The whole thing was broken, and 2016 was the worst year for these big projects. They were all late by months. We told Matt, “Yeah, we’re about a month out.” Suddenly, it’s a month later. Then it’s two months and three months later, and we’re still saying, “We don’t really know.” It was not a good situation. We had swung towards having deadlines, and we needed to swing back and understand what it would look like to have no deadlines.
We told Matt we needed to get back to a place where we had no deadlines. And yet, the marketing team and sales team would say that’s not very helpful because they needed these deadlines – or at least some estimate. We swung back and forth between this, where I’m reading books and trying to get good at it, then having none and finding that it breaks in other ways. It’s taken us years to actually figure this out. Only in the last six months or so have we realized how to do this.
The answer is obvious, staring us in the face all the time. I’ll tell you what it is, and I encourage you to try it. First of all, we knew that we were not going to ship a shit thing on time. We also know that building software is fluid and unpredictable.
“I highly, highly encourage you – if you’re at any scale whatsoever – to bring in program management”
You can take something to beta, give it to customers and think you’ve solved their problem, only to realize that you haven’t and that it’ll take you longer. Beta can take a week, two weeks or a month. It might even take three months, and we accepted this. We said, “Look, this is just a fluid, unpredictable thing.”
But we did figure that we should bring in program management And I highly, highly encourage you – if you’re at any scale whatsoever – to bring in program management. I was hesitant and resistant to this for a long time, I think, because I didn’t quite understand it.
It’s been incredibly powerful. Program management simply looks at the outcomes you ought to achieve and the work that needs to get done, and it breaks it up into milestones and figures out who should be involved in which stage.
Program management can actually be quite lightweight. Just by breaking these things up into phases, you’re actually able to get a lot of predictability – or at least you can start to say: “There are six phases here. We’re at stage three, and we know that stage four will be in this band of time. We don’t know about stage six yet, so it’s okay not to plan for six.” It’s simple, but incredibly effective. That was a huge insight for us.
So that’s it, the five pendulum swings: observing problems, trying to fix them, correcting, over-correcting and trying to find some balance in the middle.
These swings have been the hardest part of our jobs as we grow the company. The thing that I’ve realized is that they’re painful. They’re emotionally intense. They wear on you. I have more lines in my face than I had a year ago, than two years ago, than three years ago, because of them.
“The biggest thing I learned is that you need to be humble”
But you must take them on. You need to observe these problems, and you need to correct them. It’s better to over-correct and learn than to do nothing at all. So I encourage everybody, when you see these problems, to tackle them face on and actually try to correct them, even if it means doing something radical.
But most of all, the biggest thing I learned is that you need to be humble.

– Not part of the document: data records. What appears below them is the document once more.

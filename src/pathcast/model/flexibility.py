"""Operating flexibility: minimum stable output and ramp limits of generators through an online (committed) capacity
per hour, and an hourly upward operating reserve held by online generators and storage.

The linear relaxation of clustered unit commitment (a fleet's on/off decisions summed into one continuous online
capacity: Palmintier & Webster (2011), IEEE PES General Meeting, doi:10.1109/PES.2011.6038963, secondary), with no
start-up or no-load costs and no minimum up or down times. For a generator g with operating limits, in every
representative hour [GW]:

* online capacity:  0 <= U[h] <= a[h] x C            (availability x capacity in service)
* output:           m x U[h] <= P[h] and P[h] + R[h] <= U[h]   (m: min_stable_output; R: reserve it holds)
* ramps, with r the ramp rate and the hour before h cyclic within the representative day (like storage):
      P[h] - P[h-1] <= r x U[h] + m x (U[h] - U[h-1])
      P[h-1] - P[h] <= r x U[h-1] - m x (U[h] - U[h-1])
  Capacity that stays online moves by at most r of itself; capacity brought online may jump from 0 to its minimum
  output and capacity taken offline from its minimum output to 0 within the hour, so a minimum above the ramp rate
  never locks a fleet on or off. Without starts or stops the rows are the plain limit |P[h] - P[h-1]| <= r x U.
* reserve it can deliver within the hour: R[h] <= r x U[h].

Storage k holds reserve RS[h] <= power capacity - discharge + charge (it can stop charging and discharge fully) and
RS[h] x duration / discharge efficiency <= state of charge at the end of the hour. The operating reserve, in every
representative hour: sum R + sum RS + shortfall >= demand_share x demand + variable_renewable_share x sum over
generators with an hourly profile of a[h] x C; reserve not held is costed at the value of lost load per MW-hour.
Its dual is the price of holding 1 MW of upward reserve for one hour.

A scenario without operating limits or an operating reserve gets none of these blocks: its LP is unchanged.
"""

from __future__ import annotations

from dataclasses import dataclass

import numpy as np

from ..scenario.inputs import OperatingReserveInputs, present
from .context import BuildContext, read_only
from .names import (
    CHARGE,
    DISCHARGE,
    GENERATION,
    MIN_STABLE_OUTPUT,
    ONLINE_CAPACITY,
    ONLINE_CAPACITY_LIMIT,
    ONLINE_OUTPUT_LIMIT,
    OPERATING_RESERVE,
    RAMP_DOWN,
    RAMP_UP,
    RESERVE,
    RESERVE_RAMP_LIMIT,
    RESERVE_SHORTFALL,
    STATE_OF_CHARGE,
    STORAGE_RESERVE,
    STORAGE_RESERVE_ENERGY_LIMIT,
    STORAGE_RESERVE_POWER_LIMIT,
)

__all__ = ["add_flexibility", "read_flexibility", "FlexibilityValues"]

DIMS = ("technology", "year", "day", "hour")


def _generation_of(ctx: BuildContext, techs: list) -> np.ndarray:
    """Columns of the generation block [len(techs), Y, D, H] of the given dispatched generators."""
    position = {t.name: i for i, t in enumerate(ctx.dispatched_generators)}
    return ctx.blocks[GENERATION].all()[[position[t.name] for t in techs]]


def _previous_hour(columns: np.ndarray) -> np.ndarray:
    """The same columns one hour earlier, cyclic within each representative day (last axis: hour)."""
    return np.roll(columns, 1, axis=-1)


def add_flexibility(ctx: BuildContext) -> None:
    """Online capacity, minimum stable output and ramp rows of generators with operating limits, and the hourly
    operating reserve when the scenario asks for one; adds nothing otherwise."""
    online_techs, reserve = ctx.online_generators, ctx.inputs.operating_reserve
    reserve_held = _add_online_limits(ctx) if online_techs else None
    if reserve is not None:
        _add_operating_reserve(ctx, reserve_held, reserve)


def _add_online_limits(ctx: BuildContext):
    """Rows of the online generators; returns the reserve block of those that hold reserve (or None)."""
    lp, Y, D, H = ctx.lp, ctx.Y, ctx.D, ctx.H
    techs = ctx.online_generators
    shape = (len(techs), Y, D, H)
    online = lp.add_variables(ONLINE_CAPACITY, DIMS, shape, "GW")
    ctx.blocks[ONLINE_CAPACITY] = online
    U = online.all()
    P = _generation_of(ctx, techs)

    # U <= availability x capacity in service
    availability = np.stack([present(t.availability) for t in techs])[:, None, :, :]  # [G, 1, D, H]
    capacity = np.broadcast_to(ctx.capacity_columns(techs)[:, :, None, None], shape)
    rows = lp.add_rows(ONLINE_CAPACITY_LIMIT, DIMS, shape, "<=", "GW")
    r = rows.local()
    rows.add(r, U, 1.0)
    rows.add(r, capacity, -np.broadcast_to(availability, shape))

    # P + R <= U (R only for the generators that hold reserve)
    reserve_block = None
    if ctx.reserve_generators:
        reserve_block = lp.add_variables(RESERVE, DIMS, (len(ctx.reserve_generators), Y, D, H), "GW")
        ctx.blocks[RESERVE] = reserve_block
    rows = lp.add_rows(ONLINE_OUTPUT_LIMIT, DIMS, shape, "<=", "GW")
    r = rows.local()
    rows.add(r, P, 1.0)
    rows.add(r, U, -1.0)
    position = {t.name: i for i, t in enumerate(techs)}
    if reserve_block is not None:
        holders = [position[t.name] for t in ctx.reserve_generators]
        rows.add(r[holders], reserve_block.all(), 1.0)

    # m x U - P <= 0 for the generators with a minimum stable output
    stable = [i for i, t in enumerate(techs) if t.min_stable_output > 0]
    if stable:
        m = np.array([techs[i].min_stable_output for i in stable])[:, None, None, None]
        sub = (len(stable), Y, D, H)
        rows = lp.add_rows(MIN_STABLE_OUTPUT, DIMS, sub, "<=", "GW")
        r = rows.local()
        rows.add(r, U[stable], np.broadcast_to(m, sub))
        rows.add(r, P[stable], -1.0)

    # ramps of the generators with a ramp rate
    ramping = [i for i, t in enumerate(techs) if t.ramp_rate is not None]
    if ramping:
        sub = (len(ramping), Y, D, H)
        ramp = np.broadcast_to(np.array([techs[i].ramp_rate for i in ramping])[:, None, None, None], sub)
        m = np.broadcast_to(np.array([techs[i].min_stable_output for i in ramping])[:, None, None, None], sub)
        u_now, p_now = U[ramping], P[ramping]
        u_before, p_before = _previous_hour(u_now), _previous_hour(p_now)
        # P[h] - P[h-1] - (r + m) U[h] + m U[h-1] <= 0
        rows = lp.add_rows(RAMP_UP, DIMS, sub, "<=", "GW")
        r = rows.local()
        rows.add(r, p_now, 1.0)
        rows.add(r, p_before, -1.0)
        rows.add(r, u_now, -(ramp + m))
        rows.add(r, u_before, m)
        # P[h-1] - P[h] - (r + m) U[h-1] + m U[h] <= 0
        rows = lp.add_rows(RAMP_DOWN, DIMS, sub, "<=", "GW")
        r = rows.local()
        rows.add(r, p_before, 1.0)
        rows.add(r, p_now, -1.0)
        rows.add(r, u_before, -(ramp + m))
        rows.add(r, u_now, m)
        # reserve a ramp-limited generator can deliver within the hour: R <= r x U
        if reserve_block is not None:
            held = {t.name: i for i, t in enumerate(ctx.reserve_generators)}
            limited = [(held[techs[i].name], i, techs[i].ramp_rate) for i in ramping if techs[i].name in held]
            if limited:
                sub = (len(limited), Y, D, H)
                rows = lp.add_rows(RESERVE_RAMP_LIMIT, DIMS, sub, "<=", "GW")
                r = rows.local()
                rate = np.array([rate for _, _, rate in limited])[:, None, None, None]
                rows.add(r, reserve_block.all()[[k for k, _, _ in limited]], 1.0)
                rows.add(r, U[[i for _, i, _ in limited]], -np.broadcast_to(rate, sub))
    return reserve_block


def _add_operating_reserve(ctx: BuildContext, reserve_block, reserve: OperatingReserveInputs) -> None:
    lp, inputs, Y, D, H = ctx.lp, ctx.inputs, ctx.Y, ctx.D, ctx.H
    hourly = (Y, D, H)

    storage_block = None
    if ctx.reserve_storage:
        storage_techs = ctx.reserve_storage
        shape = (len(storage_techs), Y, D, H)
        storage_block = lp.add_variables(STORAGE_RESERVE, DIMS, shape, "GW")
        ctx.blocks[STORAGE_RESERVE] = storage_block
        position = {t.name: k for k, t in enumerate(ctx.storage)}
        ks = [position[t.name] for t in storage_techs]
        RS = storage_block.all()
        # RS + discharge - charge <= power capacity
        rows = lp.add_rows(STORAGE_RESERVE_POWER_LIMIT, DIMS, shape, "<=", "GW")
        r = rows.local()
        rows.add(r, RS, 1.0)
        rows.add(r, ctx.blocks[DISCHARGE].all()[ks], 1.0)
        rows.add(r, ctx.blocks[CHARGE].all()[ks], -1.0)
        rows.add(r, np.broadcast_to(ctx.capacity_columns(storage_techs)[:, :, None, None], shape), -1.0)
        # RS x duration / discharge efficiency <= state of charge at the end of the hour [GWh]
        rows = lp.add_rows(STORAGE_RESERVE_ENERGY_LIMIT, DIMS, shape, "<=", "GWh")
        r = rows.local()
        energy_per_gw = np.array([reserve.duration_h / t.discharge_efficiency for t in storage_techs])
        rows.add(r, RS, np.broadcast_to(energy_per_gw[:, None, None, None], shape))
        rows.add(r, ctx.blocks[STATE_OF_CHARGE].all()[ks], -1.0)

    shortfall = lp.add_variables(RESERVE_SHORTFALL, ("year", "day", "hour"), hourly, "GW")
    ctx.blocks[RESERVE_SHORTFALL] = shortfall
    lp.add_cost(shortfall.all(), inputs.value_of_lost_load * ctx.hour_cost_weight)

    rows = lp.add_rows(
        OPERATING_RESERVE,
        ("year", "day", "hour"),
        hourly,
        ">=",
        "GW",
        rhs=reserve.demand_share * inputs.electricity_demand_gw,
    )
    r = rows.local()
    rows.add(r, shortfall.all(), 1.0)
    for block in (reserve_block, storage_block):
        if block is not None:
            columns = block.all()
            for i in range(columns.shape[0]):
                rows.add(r, columns[i], 1.0)
    variable = [t for t in ctx.generators if t.variable_renewable]
    if reserve.variable_renewable_share > 0 and variable:
        capacity = ctx.capacity_columns(variable)  # [V, Y]
        for v, t in enumerate(variable):
            rows.add(
                r,
                np.broadcast_to(capacity[v][:, None, None], hourly),
                -reserve.variable_renewable_share * np.broadcast_to(present(t.availability)[None], hourly),
            )


@dataclass(frozen=True)
class FlexibilityValues:
    """The flexibility family's solution: online capacity and output of the generators with operating limits, the
    reserve each holder holds, the hourly requirement, shortfall and price, and the shortfall's cost (undiscounted).
    Empty arrays (and ``active`` False) for a run without operating limits or an operating reserve."""

    active: bool  # the run has operating limits or an operating reserve
    reserve_required: bool  # the scenario asks for an operating reserve
    online_generators: tuple[str, ...]  # rows of the [G, ...] arrays
    min_stable_output: tuple[float, ...]  # [share of online capacity] of each online generator
    online_gw: np.ndarray  # [G, Y, D, H] online (committed) capacity [GW]
    generation_gw: np.ndarray  # [G, Y, D, H] their output [GW]
    reserve_holders: tuple[str, ...]  # generators, then storage, holding reserve (rows of reserve_gw)
    reserve_gw: np.ndarray  # [R, Y, D, H] upward reserve held [GW]
    requirement_gw: np.ndarray  # [Y, D, H] reserve required [GW] (empty without a reserve)
    shortfall_gw: np.ndarray  # [Y, D, H] reserve not held [GW]
    reserve_price_per_mw_hour: (
        np.ndarray
    )  # [Y, D, H] undiscounted dual of the reserve row [currency/MW per hour]
    shortfall_cost_million: np.ndarray  # [Y] reserve not held at the value of lost load [million/yr]
    # [R, Y] what each holder earns at the reserve price: sum over hours of price x reserve x hours [million/yr];
    # with the energy revenue it makes a holder's operating margin (LP duality)
    reserve_revenue_million: np.ndarray


def read_flexibility(ctx: BuildContext, x: np.ndarray, row_dual: np.ndarray) -> FlexibilityValues:
    """The flexibility family's values from the primal values ``x`` (LP column order) and the row duals
    ``row_dual`` (LP row order). Reserve price [currency/MW per hour] = dual x 1000 / (w_d x discount factor), like the
    electricity price ([million/GW] = 1000 currency/MW; a representative hour stands for w_d hours)."""
    inputs, Y, D, H = ctx.inputs, ctx.Y, ctx.D, ctx.H
    empty = np.zeros((0, Y, D, H))
    online = ctx.online_generators
    online_gw = ctx.column_values(ONLINE_CAPACITY, x) if online else empty
    generation = x[_generation_of(ctx, online)] if online else empty
    parts, holders = [], []
    if RESERVE in ctx.blocks:
        parts.append(ctx.column_values(RESERVE, x))
        holders += [t.name for t in ctx.reserve_generators]
    if STORAGE_RESERVE in ctx.blocks:
        parts.append(ctx.column_values(STORAGE_RESERVE, x))
        holders += [t.name for t in ctx.reserve_storage]
    reserve_gw = np.concatenate(parts) if parts else empty
    reserve = inputs.operating_reserve
    if reserve is not None:
        requirement = reserve.demand_share * inputs.electricity_demand_gw
        variable = [t for t in ctx.generators if t.variable_renewable]
        if variable and reserve.variable_renewable_share > 0:
            capacity = x[ctx.capacity_columns(variable)]  # [V, Y]
            available = (
                capacity[:, :, None, None] * np.stack([present(t.availability) for t in variable])[:, None]
            )
            requirement = requirement + reserve.variable_renewable_share * available.sum(axis=0)
        shortfall = ctx.column_values(RESERVE_SHORTFALL, x)
        dual = ctx.row_values(OPERATING_RESERVE, row_dual)
        weight = inputs.day_weights[None, :, None] * ctx.discount[:, None, None]
        price = dual * 1000.0 / weight + 0.0  # + 0.0: a price of -0 shows as 0
        cost = inputs.value_of_lost_load * (shortfall * ctx.hour_weight).sum(axis=(1, 2))
        # [currency/MW per hour] x [GW] x [h] = 1000 currency -> / 1000 for million
        revenue = (price[None] * reserve_gw * ctx.hour_weight[None]).sum(axis=(2, 3)) / 1000.0
    else:
        requirement = shortfall = price = np.zeros((0, D, H))
        cost = np.zeros(Y)
        revenue = np.zeros((0, Y))
    return FlexibilityValues(
        active=bool(online) or reserve is not None,
        reserve_required=reserve is not None,
        online_generators=tuple(t.name for t in online),
        min_stable_output=tuple(float(t.min_stable_output) for t in online),
        online_gw=read_only(online_gw),
        generation_gw=read_only(generation),
        reserve_holders=tuple(holders),
        reserve_gw=read_only(reserve_gw),
        requirement_gw=read_only(requirement),
        shortfall_gw=read_only(shortfall),
        reserve_price_per_mw_hour=read_only(price),
        shortfall_cost_million=read_only(cost),
        reserve_revenue_million=read_only(revenue),
    )
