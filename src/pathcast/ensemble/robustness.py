"""The robustness section of an ensemble, as data: made once from the ensemble's summary when its outputs are written
(DIR/robustness.json, one file of the set that DIR/outputs.json lists), read back by the memo as blocks, and rendered
as Markdown only for readers that want text.

A :class:`RobustnessSection` is a title and a sequence of blocks:

- :class:`SectionParagraph`: text as :class:`Span` runs, each plain, strong (a name or a number to stand out) or code
  (a file or an input label);
- :class:`SectionTable`: columns (:class:`SectionColumn`, with the unit of each row in its own column and
  ``numeric`` for right-aligned number columns) and rows of display text (rounded: three significant digits below
  1,000, whole numbers from 1,000);
- :class:`FigureReference`: a figure of the ensemble folder, ``figures/<name>.png`` beside robustness.json, with a
  short caption.

robustness.json holds ``{"format": FORMAT, "title": ..., "ensemble": ..., "blocks": [...]}``, each block with a
``kind`` of ``paragraph`` (``spans``: ``[{"text", "style"}]``), ``table`` (``columns``: ``[{"name", "numeric"}]``,
``rows``) or ``figure`` (``name``, ``file``, ``caption``). :func:`robustness_section` computes it (and
:func:`pathcast.ensemble.outputs.write_ensemble_outputs` writes it with the other outputs),
:func:`read_section_file` reads one file, and :func:`render_markdown` renders it. Readers of an ensemble folder use
:func:`pathcast.ensemble.outputs.read_robustness`: the section of a folder whose outputs are one complete set (the
figures it references belong to the numbers it shows), computed from the member records when the folder holds no
robustness.json (members only, or written by an earlier pathcast).
"""

from __future__ import annotations

import json
import math
from collections.abc import Mapping, Sequence
from dataclasses import dataclass
from pathlib import Path
from typing import Any

from ..errors import ScenarioError
from .summary import EnsembleSummary

__all__ = [
    "robustness_section",
    "read_section_file",
    "render_markdown",
    "RobustnessSection",
    "SectionParagraph",
    "SectionTable",
    "SectionColumn",
    "FigureReference",
    "Span",
    "ROBUSTNESS_FILE",
    "FORMAT",
    "TITLE",
]

ROBUSTNESS_FILE = "robustness.json"
FORMAT = "pathcast robustness section 1"
TITLE = "Robustness across an ensemble"
SPAN_STYLES = ("plain", "strong", "code")

_DESIGN_NAMES = {
    "latin_hypercube": "Latin hypercube sample",
    "grid": "full grid",
    "one_at_a_time": "one-at-a-time variation around the base",
}


# --- blocks ----------------------------------------------------------------------------------------------------------


@dataclass(frozen=True)
class Span:
    """A run of text in one style: plain, strong or code (see SPAN_STYLES)."""

    text: str
    style: str = "plain"


@dataclass(frozen=True)
class SectionParagraph:
    spans: tuple[Span, ...]

    @property
    def text(self) -> str:
        """The paragraph's text without styles."""
        return "".join(span.text for span in self.spans)


@dataclass(frozen=True)
class SectionColumn:
    name: str
    numeric: bool = False  # a column of numbers (right-aligned)


@dataclass(frozen=True)
class SectionTable:
    columns: tuple[SectionColumn, ...]
    rows: tuple[tuple[str, ...], ...]  # display text, one cell per column
    caption: str = ""


@dataclass(frozen=True)
class FigureReference:
    """A figure of the ensemble folder: ``figures/<name>.png``."""

    name: str
    caption: str

    @property
    def file(self) -> str:
        return f"figures/{self.name}.png"


Block = SectionParagraph | SectionTable | FigureReference


@dataclass(frozen=True)
class RobustnessSection:
    """The robustness section of the ensemble ``ensemble``: a title and blocks (see the module's description)."""

    title: str
    ensemble: str
    blocks: tuple[Block, ...]

    def as_dict(self) -> dict[str, Any]:
        """The JSON form written as robustness.json."""
        return {
            "format": FORMAT,
            "title": self.title,
            "ensemble": self.ensemble,
            "blocks": [_block_dict(block) for block in self.blocks],
        }

    @staticmethod
    def from_dict(data: Any, where: str) -> RobustnessSection:
        """The section of a robustness.json read as ``data``; ScenarioError naming ``where`` (the file) when it is
        not of this pathcast's format."""
        if not isinstance(data, Mapping) or data.get("format") != FORMAT:
            got = data.get("format") if isinstance(data, Mapping) else type(data).__name__
            raise ScenarioError(
                f"{where}: format: got {got!r}; expected {FORMAT!r}, the robustness section this pathcast writes: "
                "run 'pathcast ensemble' on the ensemble file again to rewrite the folder's outputs.",
                file=where,
            )
        try:
            blocks = tuple(_block_of(item) for item in data["blocks"])
            return RobustnessSection(str(data["title"]), str(data["ensemble"]), blocks)
        except (KeyError, TypeError, ValueError) as error:
            raise ScenarioError(
                f"{where}: blocks: got a block that cannot be read ({type(error).__name__}: {error}); expected "
                "paragraphs, tables and figures as 'pathcast ensemble' writes them: run it again to rewrite the "
                "folder's outputs.",
                file=where,
            ) from None


def _block_dict(block: Block) -> dict[str, Any]:
    if isinstance(block, SectionParagraph):
        return {"kind": "paragraph", "spans": [{"text": s.text, "style": s.style} for s in block.spans]}
    if isinstance(block, SectionTable):
        return {
            "kind": "table",
            "columns": [{"name": c.name, "numeric": c.numeric} for c in block.columns],
            "rows": [list(row) for row in block.rows],
            "caption": block.caption,
        }
    return {"kind": "figure", "name": block.name, "file": block.file, "caption": block.caption}


def _block_of(item: Mapping[str, Any]) -> Block:
    kind = item["kind"]
    if kind == "paragraph":
        spans = tuple(Span(str(s["text"]), str(s["style"])) for s in item["spans"])
        unknown = [s.style for s in spans if s.style not in SPAN_STYLES]
        if unknown:
            raise ValueError(f"span style {unknown[0]!r} is none of {', '.join(SPAN_STYLES)}")
        return SectionParagraph(spans)
    if kind == "table":
        columns = tuple(SectionColumn(str(c["name"]), bool(c["numeric"])) for c in item["columns"])
        rows = tuple(tuple(str(cell) for cell in row) for row in item["rows"])
        if any(len(row) != len(columns) for row in rows):
            raise ValueError(f"a row has not the {len(columns)} cells of the table's columns")
        return SectionTable(columns, rows, str(item.get("caption", "")))
    if kind == "figure":
        return FigureReference(str(item["name"]), str(item["caption"]))
    raise ValueError(f"block kind {kind!r} is none of paragraph, table, figure")


# --- compute ---------------------------------------------------------------------------------------------------------


def _fmt(value: float | None, digits: int = 3) -> str:
    if value is None or not math.isfinite(value):
        return "n/a"
    text = f"{value:,.{digits}g}"
    # below 1000 three significant digits; a value that rounds up to 1000 or more, or is larger, as a whole number
    return f"{value:,.0f}" if "e" in text or abs(value) >= 1000 else text


def _paragraph(spans: Sequence[Span]) -> SectionParagraph:
    """A paragraph of ``spans``, neighbours of one style joined."""
    joined: list[Span] = []
    for span in spans:
        if joined and joined[-1].style == span.style:
            joined[-1] = Span(joined[-1].text + span.text, span.style)
        elif span.text:
            joined.append(span)
    return SectionParagraph(tuple(joined))


def _listed(items: Sequence[tuple[str, str]]) -> list[Span]:
    """'`a` (x), `b` (y)' as spans: each name as code, its note plain."""
    spans: list[Span] = []
    for number, (name, note) in enumerate(items):
        if number:
            spans.append(Span(", "))
        spans += [Span(name, "code"), Span(f" ({note})")]
    return spans


def robustness_section(summary: EnsembleSummary) -> RobustnessSection:
    """The robustness section of an ensemble's summary: members solved, percentiles of the headline figures, the
    probability of staying within the carbon budget, the most influential inputs and the fan chart."""
    d, s = summary.design, summary.stats
    money = f"million {summary.currency}" + (f" of {summary.price_year}" if summary.price_year else "")
    blocks: list[Block] = []
    seed = f", seed {d['seed']}" if d.get("seed") is not None else ""
    described = _listed(
        [(label, f"{info['as']}, {info['distribution']}") for label, info in d["inputs"].items()]
    )
    blocks.append(
        _paragraph(
            (
                Span("Ensemble "),
                Span(str(d["name"]), "strong"),
                Span(
                    f": {s['members']} members ({_DESIGN_NAMES[d['design']]}{seed}) around the base scenario "
                ),
                Span(Path(d["base"]).name, "code"),
                Span(", varying "),
                *described,
                Span(
                    f". {s['solved']} solved, {s['infeasible']} infeasible, {s['failed_other']} failed otherwise"
                    + (f", {s['pending']} not yet run" if s["pending"] else "")
                    + "."
                ),
            )
        )
    )
    p = summary.headline_percentiles.set_index("quantity")
    quantities = [
        ("total discounted system cost", "total_discounted_cost_million", money, 1.0),
        ("CO2 emitted in the budget period", "cumulative_in_budget_period_mtco2", "MtCO2", 1.0),
        ("CO2 in the final year", "final_year_emissions_mtco2", "MtCO2/yr", 1.0),
        ("required reduction rate", "required_reduction_rate_per_yr", "%/yr", 100.0),
        (
            "carbon price in the final year",
            "carbon_price_final_year_per_tco2",
            f"{summary.currency}/tCO2",
            1.0,
        ),
    ]
    rows = tuple(
        (
            name,
            unit,
            _fmt(p.loc[key, "p5"] * scale),
            _fmt(p.loc[key, "p50"] * scale),
            _fmt(p.loc[key, "p95"] * scale),
        )
        for name, key, unit, scale in quantities
        if key in p.index and p.loc[key, "members"]
    )
    columns = (
        SectionColumn("quantity"),
        SectionColumn("unit"),
        SectionColumn("5 %", numeric=True),
        SectionColumn("median", numeric=True),
        SectionColumn("95 %", numeric=True),
    )
    blocks.append(SectionTable(columns, rows))
    probability = s.get("probability_within_budget")
    if probability is not None and math.isfinite(probability):
        budget = s.get("reference_budget_mt")
        which = f"the {budget:,.0f} MtCO2 budget" if budget is not None else "the carbon budget"
        blocks.append(
            _paragraph(
                (
                    Span(f"Probability of staying within {which}: "),
                    Span(f"{probability:.0%}", "strong"),
                    Span(
                        f", {s['within_budget']} of the {s['solved'] + s['infeasible']} members that solved or "
                        "proved infeasible (a member counts when its emissions in the budget period stay within the "
                        "budget while all demand is served)."
                    ),
                )
            )
        )
    if summary.tornado is not None and not summary.tornado.empty:
        cost = summary.tornado[summary.tornado["metric"] == "total_discounted_cost_million"].dropna(
            subset=["swing"]
        )
        ranked = [(str(r.input), f"{_fmt(r.swing)} {money}") for r in cost.head(3).itertuples()]
        if ranked:
            blocks.append(
                _paragraph(
                    (
                        Span("Inputs that move the total cost most (one at a time, low to high): "),
                        *_listed(ranked),
                        Span("."),
                    )
                )
            )
    elif summary.correlations is not None and not summary.correlations.empty:
        corr = summary.correlations[
            summary.correlations["metric"] == "total_discounted_cost_million"
        ].dropna()
        corr = corr.reindex(corr["spearman_rho"].abs().sort_values(ascending=False).index)
        ranked = [(str(r.input), f"rho {r.spearman_rho:+.2f}") for r in corr.head(3).itertuples()]
        if ranked:
            blocks.append(
                _paragraph(
                    (
                        Span("Inputs most related to the total cost (Spearman rank correlation): "),
                        *_listed(ranked),
                        Span("."),
                    )
                )
            )
    blocks.append(
        FigureReference(
            "emissions_fan", "Yearly and cumulative CO2 across the ensemble, median and 5-95 % band"
        )
    )
    blocks.append(
        _paragraph(
            (
                Span(
                    "Members differ only in the inputs listed; each is a least-cost pathway with perfect foresight, "
                    "so the spread shows sensitivity to the assumptions, not the odds of outcomes in the world."
                ),
            )
        )
    )
    return RobustnessSection(TITLE, str(d["name"]), tuple(blocks))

Humility is a funny thing. I don’t know if there was ever a time when I personally wasn’t humble, though I’m sure there was, and people would tell me 20 examples of times I wasn’t. But humility is just about knowing that you don’t know something.
Many times, I was too dismissive. I said: “That’s not really us. I don’t really believe in that philosophically.” That wasn’t showing humility, and in fact it was showing some false hubris, subconsciously. I didn’t even know I was doing that.
So the lesson is to be humble and realize that when people bring you things and potential solutions and new ways of working, you should try and figure out if they’ll be useful for you. That’s it. Thank you very much.